▶ [MATERIAL TO PROCESS]
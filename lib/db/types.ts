/** Row types, one place for every table. Column names are snake_case as stored. */

export const ROLES = ["member", "shop_staff", "shop_owner", "admin"] as const;
export type Role = (typeof ROLES)[number];
export const SHOP_ROLES: readonly Role[] = ["shop_staff", "shop_owner"];

export interface ShopRow {
  id: string;
  name: string;
  created_at: Date;
}

export interface UserRow {
  id: string;
  email: string;
  name: string;
  password_hash: string;
  role: Role;
  shop_id: string | null;
  created_at: Date;
  updated_at: Date;
}

export type PublicUser = Omit<UserRow, "password_hash">;

export interface PasswordResetRow {
  id: string;
  user_id: string;
  token_hash: string;
  expires_at: Date;
  used_at: Date | null;
  created_at: Date;
}

export interface SignInThrottleRow {
  key: string;
  failures: number;
  window_started_at: Date;
  locked_until: Date | null;
}

/* ---- shop counter (shops settings, staff invitations, catalog, customers, quotes, payments) ---- */

export interface ShopSettingsRow extends ShopRow {
  address: string;
  phone: string;
  tax_rate_bp: number;
  labour_rate_cents: number;
  fabrication_rate_cents: number;
  quote_validity_days: number;
  deposit_pct: number;
  currency: "USD";
  updated_at: Date;
}

export interface StaffInviteRow {
  id: string;
  shop_id: string;
  email: string;
  token_hash: string;
  invited_by: string | null;
  expires_at: Date;
  used_at: Date | null;
  revoked_at: Date | null;
  created_at: Date;
}

export const CATALOG_KINDS = ["tire", "wheel", "service"] as const;
export type CatalogKind = (typeof CATALOG_KINDS)[number];
export const SERVICE_TYPES = ["mount_balance", "beadlock_assembly", "valve_stem", "tpms", "alignment", "fender_trim", "disposal", "other"] as const;
export type ServiceType = (typeof SERVICE_TYPES)[number];
export const SERVICE_UNITS = ["per_wheel", "per_vehicle", "per_hour"] as const;
export type ServiceUnit = (typeof SERVICE_UNITS)[number];

export interface CatalogItemRow {
  id: string;
  shop_id: string;
  kind: CatalogKind;
  sku: string;
  description: string;
  price_cents: number;
  qty_on_hand: number | null;
  tire_size: string | null;
  tire_rim_in: number | null;
  tire_diameter_mm: number | null;
  wheel_diameter_in: number | null;
  wheel_width_in: number | null;
  wheel_offset_mm: number | null;
  wheel_backspacing_in: number | null;
  wheel_backspacing_ref: "bead-seat" | "flange" | null;
  bolt_pattern: string | null;
  center_bore_mm: number | null;
  beadlock: boolean;
  service_type: ServiceType | null;
  service_unit: ServiceUnit | null;
  created_at: Date;
  updated_at: Date;
}

export interface CatalogImportRow {
  id: string;
  shop_id: string;
  created_by: string | null;
  filename: string;
  rows: unknown;
  row_count: number;
  error_count: number;
  status: "staged" | "committed";
  created_at: Date;
  committed_at: Date | null;
}
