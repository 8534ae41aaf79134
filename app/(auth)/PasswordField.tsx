import type { ComponentProps } from "react";
import { TextField } from "@/components/ui/TextField";

/**
 * A password input as the account forms use it: `choose` for a password being chosen (the
 * browser offers to make and keep one), otherwise the one already held (the browser fills it in).
 */
export function PasswordField({
  choose = false,
  label = "Password",
  ...rest
}: Omit<ComponentProps<typeof TextField>, "label" | "type" | "autoComplete"> & { choose?: boolean; label?: string }) {
  return <TextField label={label} type="password" autoComplete={choose ? "new-password" : "current-password"} {...rest} />;
}
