"use client";
import { signIn } from "next-auth/react";
import { useRouter } from "next/navigation";

/**
 * After a form made or joined an account with a password: signs in with it (the credentials
 * provider, as the sign-in form does) and goes to `next`, or to `otherwise` (the sign-in page,
 * with its notice) when signing in did not work.
 */
export function useSignInThen() {
  const router = useRouter();
  return async (email: string, password: string, next: string, otherwise: string) => {
    const res = await signIn("credentials", { email, password, redirect: false });
    router.push(res?.ok ? next : otherwise);
    router.refresh();
  };
}
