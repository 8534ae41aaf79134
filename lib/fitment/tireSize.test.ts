import fc from "fast-check";
import { describe, expect, it } from "vitest";
import { TireSizeError } from "./errors";
import { loadIndexKg } from "./loadSpeed";
import { type TireSize, formatTireSize, parseTireSize } from "./tireSize";

describe("parseTireSize — metric (ISO 4000-1 designation)", () => {
  it("LT285/70R17 121/118Q: prefix, construction, dual load index, speed symbol", () => {
    const t = parseTireSize("LT285/70R17 121/118Q");
    expect(t).toMatchObject({
      text: "LT285/70R17 121/118Q",
      system: "metric",
      service: "LT",
      construction: "R",
      sectionWidthMm: 285,
      aspectRatio: 70,
      rimDiameterIn: 17,
      loadIndex: 121,
      dualLoadIndex: 118,
      speedSymbol: "Q",
      loadRange: null,
    });
    // D = d + 2H (ISO 4000-1 / UN R30): 17 × 25.4 + 2 × 285 × 0.70 = 431.8 + 399 = 830.8 mm
    expect(t.overallDiameterMm).toBeCloseTo(830.8, 9);
  });

  it("P225/75R15 102S and 205/55R16 91V", () => {
    expect(parseTireSize("P225/75R15 102S")).toMatchObject({ service: "P", loadIndex: 102, speedSymbol: "S", dualLoadIndex: null });
    expect(parseTireSize("205/55R16 91V")).toMatchObject({ service: null, loadIndex: 91, speedSymbol: "V" });
  });

  it("worked diameters D = d + 2H (ISO 4000-1 / ETRTO / UN R30)", () => {
    expect(parseTireSize("205/55R16").overallDiameterMm).toBeCloseTo(631.9, 9);
    expect(parseTireSize("265/70R17").overallDiameterMm).toBeCloseTo(802.8, 9);
    expect(parseTireSize("315/70R17").overallDiameterMm).toBeCloseTo(872.8, 9);
  });

  it("case and spacing variants normalize to one text", () => {
    for (const v of ["lt285/70r17 121/118q", "LT 285/70 R17 121/118Q", "  LT285 / 70 R 17   121/118Q ", "285/70R17LT 121/118Q"]) {
      expect(parseTireSize(v).text).toBe("LT285/70R17 121/118Q");
    }
  });

  it("constructions R, D, B, - and ZR", () => {
    expect(parseTireSize("225/75D15").construction).toBe("D");
    expect(parseTireSize("225/75B15").construction).toBe("B");
    expect(parseTireSize("225/75-15").construction).toBe("-");
    const zr = parseTireSize("255/35ZR18 94Y");
    expect(zr).toMatchObject({ construction: "R", speedRatedConstruction: true, speedSymbol: "Y", text: "255/35ZR18 94Y" });
    expect(parseTireSize("255/35ZR18 (94Y)")).toMatchObject({ serviceDescriptionBracketed: true, text: "255/35ZR18 (94Y)" }); // (Y): above 300 km/h (UN R30)
    expect(() => parseTireSize("255/35ZR18 (94Y")).toThrow(TireSizeError);
    expect(parseTireSize("T125/70D16").service).toBe("T");
    expect(parseTireSize("ST225/75R15").service).toBe("ST");
  });
});

describe("parseTireSize — flotation and numeric", () => {
  it("37x12.50R17LT: D 37 in = 939.8 mm, section 12.50 in, implied aspect (37−17)/2/12.5 = 80", () => {
    const t = parseTireSize("37x12.50R17LT");
    expect(t).toMatchObject({ system: "flotation", service: "LT", construction: "R", rimDiameterIn: 17, aspectRatioImplied: true });
    expect(t.overallDiameterMm).toBeCloseTo(939.8, 9); // 37 × 25.4 (NIST SP 811 inch)
    expect(t.sectionWidthMm).toBeCloseTo(317.5, 9);
    expect(t.aspectRatio).toBeCloseTo(80, 9);
  });

  it("35X12.50R15 and 35x12.5r15 normalize to 35x12.50R15", () => {
    expect(parseTireSize("35X12.50R15").text).toBe("35x12.50R15");
    expect(parseTireSize("35 x 12.5 r 15").text).toBe("35x12.50R15");
    expect(parseTireSize("35X12.50R15").service).toBeNull();
  });

  it("× (U+00D7), X and the lookalikes people paste read as the flotation x and normalize to one text", () => {
    // The designation is DxW R d (TRA flotation); what joins D and W is only a separator, so the
    // multiplication sign a typeface or word processor puts there, upper-case X, the fullwidth
    // forms an East Asian input method types (Unicode NFKC folds them, digits included), and the
    // ✕/⨯ signs and the Cyrillic х that look the same all mean the same size (common practice, no source).
    const variants = [
      "37×12.50R17",
      "37 × 12.50 R17",
      "37X12.50R17",
      "37ｘ12.50R17", // U+FF58 fullwidth x
      "37Ｘ12.50R17", // U+FF38 fullwidth X
      "３７ｘ１２．５０Ｒ１７", // fullwidth digits, full stop and R
      "37✕12.50R17", // U+2715 multiplication x
      "37⨯12.50R17", // U+2A2F vector or cross product
      "37х12.50R17", // U+0445 Cyrillic small ha
      "37Х12.50R17", // U+0425 Cyrillic capital ha
      "37\u00a0x\u00a012.50R17", // no-break spaces from a pasted web page
      "37 x 12.50 R17\u202f", // narrow no-break space at the end
    ];
    for (const v of variants) {
      const t = parseTireSize(v);
      expect(t.text, v).toBe("37x12.50R17");
      expect(t.overallDiameterMm, v).toBeCloseTo(939.8, 9); // 37 × 25.4 mm (NIST SP 811 inch)
    }
    expect(parseTireSize("37×12.50R17LT 121Q LRE").text).toBe("37x12.50R17LT 121Q LRE");
  });

  it("fullwidth slash and lookalike dashes in metric and numeric sizes (NFKC, common practice, no source)", () => {
    expect(parseTireSize("LT２８５／７５Ｒ１６").text).toBe("LT285/75R16");
    expect(parseTireSize("285∕75R16").text).toBe("285/75R16"); // U+2215 division slash
    expect(parseTireSize("7.50\u201116").text).toBe("7.50-16"); // U+2011 non-breaking hyphen
    expect(parseTireSize("7.50\u201316").text).toBe("7.50-16"); // U+2013 en dash
    expect(parseTireSize("7.50\u221216").text).toBe("7.50-16"); // U+2212 minus sign
  });

  it("a lookalike that is not a separator is still refused with the field's message", () => {
    expect(() => parseTireSize("37÷12.50R17")).toThrow(TireSizeError);
    expect(() => parseTireSize("37*12.50R17")).toThrow(/Tire size/);
  });

  it("numeric 7.50R16 and 7.50-16: section 7.50 in, nominal 92 series (from memory)", () => {
    const r = parseTireSize("7.50R16");
    expect(r).toMatchObject({ system: "numeric", construction: "R", rimDiameterIn: 16, aspectRatio: 92, aspectRatioImplied: true });
    expect(r.sectionWidthMm).toBeCloseTo(190.5, 9);
    expect(r.overallDiameterMm).toBeCloseTo(406.4 + 2 * 190.5 * 0.92, 9);
    expect(parseTireSize("7.50-16").construction).toBe("-");
    expect(parseTireSize("7.50r16lt").service).toBe("LT");
  });
});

▶ [EXERCISE OBJECTIVE] Your response should be made up of the lines in the data that contain the word "separator".

▶ [ANSWER BOX]
    // The designation is DxW R d (TRA flotation); what joins D and W is only a separator, so the
  it("a lookalike that is not a separator is still refused with the field's message", () => {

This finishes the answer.